What is needed:
Scan the records for the word "nodesAfter". Report each line where it occurs.

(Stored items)
"""
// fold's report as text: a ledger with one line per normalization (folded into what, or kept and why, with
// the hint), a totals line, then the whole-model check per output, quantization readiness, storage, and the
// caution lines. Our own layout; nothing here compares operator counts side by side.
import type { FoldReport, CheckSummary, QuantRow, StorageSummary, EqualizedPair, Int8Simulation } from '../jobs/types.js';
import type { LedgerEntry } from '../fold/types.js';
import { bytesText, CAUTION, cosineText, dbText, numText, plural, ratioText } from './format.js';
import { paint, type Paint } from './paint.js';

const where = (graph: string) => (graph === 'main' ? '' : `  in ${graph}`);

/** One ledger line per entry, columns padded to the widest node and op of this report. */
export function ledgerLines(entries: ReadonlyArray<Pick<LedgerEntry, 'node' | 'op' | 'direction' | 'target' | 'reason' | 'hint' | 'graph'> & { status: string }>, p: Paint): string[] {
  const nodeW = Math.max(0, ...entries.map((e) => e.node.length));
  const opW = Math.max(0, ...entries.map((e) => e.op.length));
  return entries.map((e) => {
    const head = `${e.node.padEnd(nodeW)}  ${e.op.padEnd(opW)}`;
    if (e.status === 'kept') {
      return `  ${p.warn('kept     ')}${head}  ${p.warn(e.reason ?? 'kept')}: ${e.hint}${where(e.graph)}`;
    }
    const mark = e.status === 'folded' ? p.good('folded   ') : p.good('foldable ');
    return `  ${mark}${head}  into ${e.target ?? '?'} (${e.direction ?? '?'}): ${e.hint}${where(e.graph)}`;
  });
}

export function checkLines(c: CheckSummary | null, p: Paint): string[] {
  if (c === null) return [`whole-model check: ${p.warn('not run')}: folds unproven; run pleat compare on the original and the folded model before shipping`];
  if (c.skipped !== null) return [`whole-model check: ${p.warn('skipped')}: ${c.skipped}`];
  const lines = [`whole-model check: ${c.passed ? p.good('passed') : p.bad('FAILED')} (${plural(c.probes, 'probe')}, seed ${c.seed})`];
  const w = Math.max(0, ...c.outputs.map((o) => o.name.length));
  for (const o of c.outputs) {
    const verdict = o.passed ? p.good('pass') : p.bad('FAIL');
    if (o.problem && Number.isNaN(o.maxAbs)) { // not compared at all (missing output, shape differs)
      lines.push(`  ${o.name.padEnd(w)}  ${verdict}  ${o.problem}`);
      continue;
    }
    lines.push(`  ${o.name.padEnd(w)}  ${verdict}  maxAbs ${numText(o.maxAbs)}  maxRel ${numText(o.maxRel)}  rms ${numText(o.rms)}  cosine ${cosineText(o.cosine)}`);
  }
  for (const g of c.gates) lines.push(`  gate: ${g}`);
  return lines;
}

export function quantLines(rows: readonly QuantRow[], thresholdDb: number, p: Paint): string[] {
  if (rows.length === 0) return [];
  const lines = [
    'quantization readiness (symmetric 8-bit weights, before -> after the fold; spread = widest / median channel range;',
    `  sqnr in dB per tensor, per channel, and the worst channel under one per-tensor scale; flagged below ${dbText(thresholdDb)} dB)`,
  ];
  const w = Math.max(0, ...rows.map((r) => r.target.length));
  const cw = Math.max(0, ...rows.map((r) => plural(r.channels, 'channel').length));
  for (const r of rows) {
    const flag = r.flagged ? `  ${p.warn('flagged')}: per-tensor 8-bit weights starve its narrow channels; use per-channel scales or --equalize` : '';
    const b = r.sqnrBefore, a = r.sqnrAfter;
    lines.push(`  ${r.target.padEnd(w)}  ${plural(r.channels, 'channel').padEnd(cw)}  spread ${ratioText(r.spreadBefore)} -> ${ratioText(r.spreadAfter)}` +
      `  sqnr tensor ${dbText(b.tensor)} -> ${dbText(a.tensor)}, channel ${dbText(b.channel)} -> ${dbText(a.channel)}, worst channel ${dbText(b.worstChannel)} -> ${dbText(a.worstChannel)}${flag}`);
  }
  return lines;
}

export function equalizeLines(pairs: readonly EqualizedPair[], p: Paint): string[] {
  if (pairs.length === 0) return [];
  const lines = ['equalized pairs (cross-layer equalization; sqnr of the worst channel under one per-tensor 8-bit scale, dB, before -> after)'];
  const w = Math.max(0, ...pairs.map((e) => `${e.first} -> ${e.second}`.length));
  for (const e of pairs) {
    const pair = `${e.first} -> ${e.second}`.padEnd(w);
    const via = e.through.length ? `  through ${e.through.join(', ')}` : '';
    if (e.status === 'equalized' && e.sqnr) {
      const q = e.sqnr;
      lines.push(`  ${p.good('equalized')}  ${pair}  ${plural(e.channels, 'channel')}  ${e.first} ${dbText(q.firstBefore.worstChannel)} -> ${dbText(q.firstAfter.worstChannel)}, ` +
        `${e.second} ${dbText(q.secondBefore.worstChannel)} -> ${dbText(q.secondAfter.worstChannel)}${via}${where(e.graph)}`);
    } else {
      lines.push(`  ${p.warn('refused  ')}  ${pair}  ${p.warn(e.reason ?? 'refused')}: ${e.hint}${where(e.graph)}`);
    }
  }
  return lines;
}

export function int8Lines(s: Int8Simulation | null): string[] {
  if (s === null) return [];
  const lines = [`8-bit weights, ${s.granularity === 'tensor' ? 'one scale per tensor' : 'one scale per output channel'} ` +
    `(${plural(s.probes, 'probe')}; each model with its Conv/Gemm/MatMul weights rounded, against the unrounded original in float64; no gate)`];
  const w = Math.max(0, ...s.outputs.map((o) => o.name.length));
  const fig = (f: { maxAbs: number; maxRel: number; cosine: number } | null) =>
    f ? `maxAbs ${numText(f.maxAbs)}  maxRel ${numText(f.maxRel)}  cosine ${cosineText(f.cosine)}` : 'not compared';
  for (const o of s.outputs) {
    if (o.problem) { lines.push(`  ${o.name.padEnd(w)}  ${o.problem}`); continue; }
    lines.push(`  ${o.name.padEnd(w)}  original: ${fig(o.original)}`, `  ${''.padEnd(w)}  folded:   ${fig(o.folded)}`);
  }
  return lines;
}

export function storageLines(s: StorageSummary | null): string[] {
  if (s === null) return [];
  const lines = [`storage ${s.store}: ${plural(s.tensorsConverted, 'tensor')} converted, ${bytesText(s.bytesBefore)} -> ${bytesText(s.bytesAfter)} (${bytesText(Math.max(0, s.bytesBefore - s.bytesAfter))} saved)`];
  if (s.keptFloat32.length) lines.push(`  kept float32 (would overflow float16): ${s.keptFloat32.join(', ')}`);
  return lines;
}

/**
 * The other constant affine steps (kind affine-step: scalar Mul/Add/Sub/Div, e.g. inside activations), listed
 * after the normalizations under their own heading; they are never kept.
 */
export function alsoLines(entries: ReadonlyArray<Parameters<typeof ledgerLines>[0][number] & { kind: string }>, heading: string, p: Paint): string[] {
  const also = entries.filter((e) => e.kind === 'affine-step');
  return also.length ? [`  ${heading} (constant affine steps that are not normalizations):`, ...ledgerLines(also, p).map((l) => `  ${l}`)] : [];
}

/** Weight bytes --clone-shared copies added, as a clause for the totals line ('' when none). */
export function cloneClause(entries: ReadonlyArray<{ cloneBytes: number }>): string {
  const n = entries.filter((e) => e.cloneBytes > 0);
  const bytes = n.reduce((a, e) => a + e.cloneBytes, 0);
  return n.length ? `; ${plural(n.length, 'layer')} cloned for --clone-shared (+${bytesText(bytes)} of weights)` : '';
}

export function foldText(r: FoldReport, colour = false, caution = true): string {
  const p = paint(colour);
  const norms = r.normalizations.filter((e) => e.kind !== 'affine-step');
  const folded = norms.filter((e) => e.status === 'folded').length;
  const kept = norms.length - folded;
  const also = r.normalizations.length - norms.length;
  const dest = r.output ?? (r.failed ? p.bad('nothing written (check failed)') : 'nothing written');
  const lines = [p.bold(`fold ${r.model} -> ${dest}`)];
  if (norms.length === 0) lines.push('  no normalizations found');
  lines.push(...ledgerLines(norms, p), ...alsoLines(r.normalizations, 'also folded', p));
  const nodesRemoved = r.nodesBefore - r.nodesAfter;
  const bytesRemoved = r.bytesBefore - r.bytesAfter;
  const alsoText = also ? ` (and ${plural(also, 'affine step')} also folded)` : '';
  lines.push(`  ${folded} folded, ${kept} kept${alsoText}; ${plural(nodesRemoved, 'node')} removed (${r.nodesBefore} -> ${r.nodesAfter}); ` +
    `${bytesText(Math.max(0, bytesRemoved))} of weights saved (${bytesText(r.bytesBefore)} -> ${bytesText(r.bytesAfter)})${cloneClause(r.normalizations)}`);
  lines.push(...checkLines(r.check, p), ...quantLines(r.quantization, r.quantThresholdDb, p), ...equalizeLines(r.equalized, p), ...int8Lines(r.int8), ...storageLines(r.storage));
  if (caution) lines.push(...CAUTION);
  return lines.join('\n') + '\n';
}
"""
Result of the task:
  const nodesRemoved = r.nodesBefore - r.nodesAfter;
  lines.push(`  ${folded} folded, ${kept} kept${alsoText}; ${plural(nodesRemoved, 'node')} removed (${r.nodesBefore} -> ${r.nodesAfter}); ` +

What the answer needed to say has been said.